Dr. Abuelaish found a way to turn himself around in the deepest darkness of the human soul. He not only did that, but strengthened his resolve against violence and went on-tour around the world to spread his message of peace and hope in the face of his personal tragedy.
In my mind he is the toughest guy around.
Izzeldin Abuelaish speaks in 2011. My father was there long before the Palestinian cause was widely embedded in the American consciousness and recorded this video.
I believe in peace at all costs.
Considering what Dr. Abuelaish has been through, I figure if that guy leaves room for peace, I can too. I am what some people might call a peacenik. I believe in peace at all costs. I used to be a gun-owner. I got rid of my firearms some years ago, for many reasons. I believe there is always another way. Retribution and mutual annihilation are anathema to me. Violence and war are not the way.

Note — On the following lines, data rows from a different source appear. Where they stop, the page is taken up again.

/**
 * Graph colouring by iterated greedy (Culberson and Luo, "Exploring the k-colorable landscape with
 * iterated greedy", DIMACS Series 26 (1996)): start from a colouring (DSATUR here), then repeatedly
 * list the vertices colour class by colour class, in a new order of the classes (largest first,
 * reversed, or shuffled), and colour greedily in that order. Greedy colouring in an order that
 * keeps each old class together never needs more colours than before, so the count only falls.
 * Seeded (src/util/random.ts): the same graph and seed give the same colouring.
 *
 * The graph is given as adjacency lists over vertices 0..n-1.
 */
import { Random } from '../util/random.js';

/** Greedy colouring in `order`: each vertex takes the lowest colour its coloured neighbours do not use. */
export function greedyColouring(adjacency: readonly number[][], order: readonly number[]): Int32Array {
  const colour = new Int32Array(adjacency.length).fill(-1);
  const mark = new Int32Array(adjacency.length + 1).fill(-1);
  for (const v of order) {
    for (const w of adjacency[v]) if (colour[w] >= 0) mark[colour[w]] = v;
    let c = 0;
    while (mark[c] === v) c++;
    colour[v] = c;
  }
  return colour;
}

export function colourCount(colour: Int32Array): number {
  let m = -1;
  for (const c of colour) if (c > m) m = c;
  return m + 1;
}

/**
 * Improve `start` by iterated greedy for at most `iterations` rounds (stopping at `lowerBound`).
 * Colours of the result are renumbered by first appearance in vertex order.
 */
export function iteratedGreedy(adjacency: readonly number[][], start: Int32Array, options: { iterations: number; seed: number; lowerBound: number }): Int32Array {
  const rng = new Random(options.seed);
  let best: Int32Array = Int32Array.from(start);
  let bestCount = colourCount(best);
  let cur: Int32Array = best;
  for (let it = 0; it < options.iterations && bestCount > options.lowerBound; it++) {
    const k = colourCount(cur);
    const classes: number[][] = Array.from({ length: k }, () => []);
    cur.forEach((c, v) => classes[c].push(v));
    const mode = it % 3;
    if (mode === 0) classes.sort((a, b) => b.length - a.length);
    else if (mode === 1) classes.reverse();
    else {
      for (let i = classes.length - 1; i > 0; i--) {
        const j = rng.int(i + 1);
        [classes[i], classes[j]] = [classes[j], classes[i]];
      }
    }
    cur = greedyColouring(adjacency, classes.flat());
    const count = colourCount(cur);
    if (count < bestCount) {
      best = cur;
      bestCount = count;
    }
  }
  return renumber(best);
}

function renumber(colour: Int32Array): Int32Array {
  const map = new Map<number, number>();
  const out = new Int32Array(colour.length);
  colour.forEach((c, v) => {
    if (!map.has(c)) map.set(c, map.size);
    out[v] = map.get(c)!;
  });
  return out;
}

Most of all there is always hope.
We are all capable of change and redemption. Humans are pretty incredible in their adaptability and resilience. I am an example of all these things and I am a reformed pessimist. I am an optimist now. I believe that our better nature will eventually triumph across the world.
I believe that triumph begins at the household-level. Each of us must become the best version of ourselves. We must live our lives with all the love and integrity we can muster. Not perfection, but daily improvement. We must be of service to our families and friends. I am just figuring this out, so pardon me.
Starting with peace and hope as a foundation for each person, I believe that love, kindness, and integrity at the individual level will win the day, eventually.
I have been living this truth for just three years, and the gifts I have received in-turn have changed my life. Are changing my life. Doors once closed, are swinging open for me now. I am back in-touch with my parents, and our relationship is better than ever before. No longer estranged, I am involved with, and lauded by my community and friends. My family looks upon me with love and pride. I have renewed purpose and a vision for the future.
A veritable fountain of gratitude and humility is what I feel most days. Words don't do justice to what I feel. It can be overwhelming at times. I am able to look upon everyone these days with eyes of love, and it takes no time or money to be kind.
Oh gosh, I just said religion, well, that's a topic for another article. Another topic I avoid. So long for now. Be good to each other, and try to live your life in the light rather than the darkness.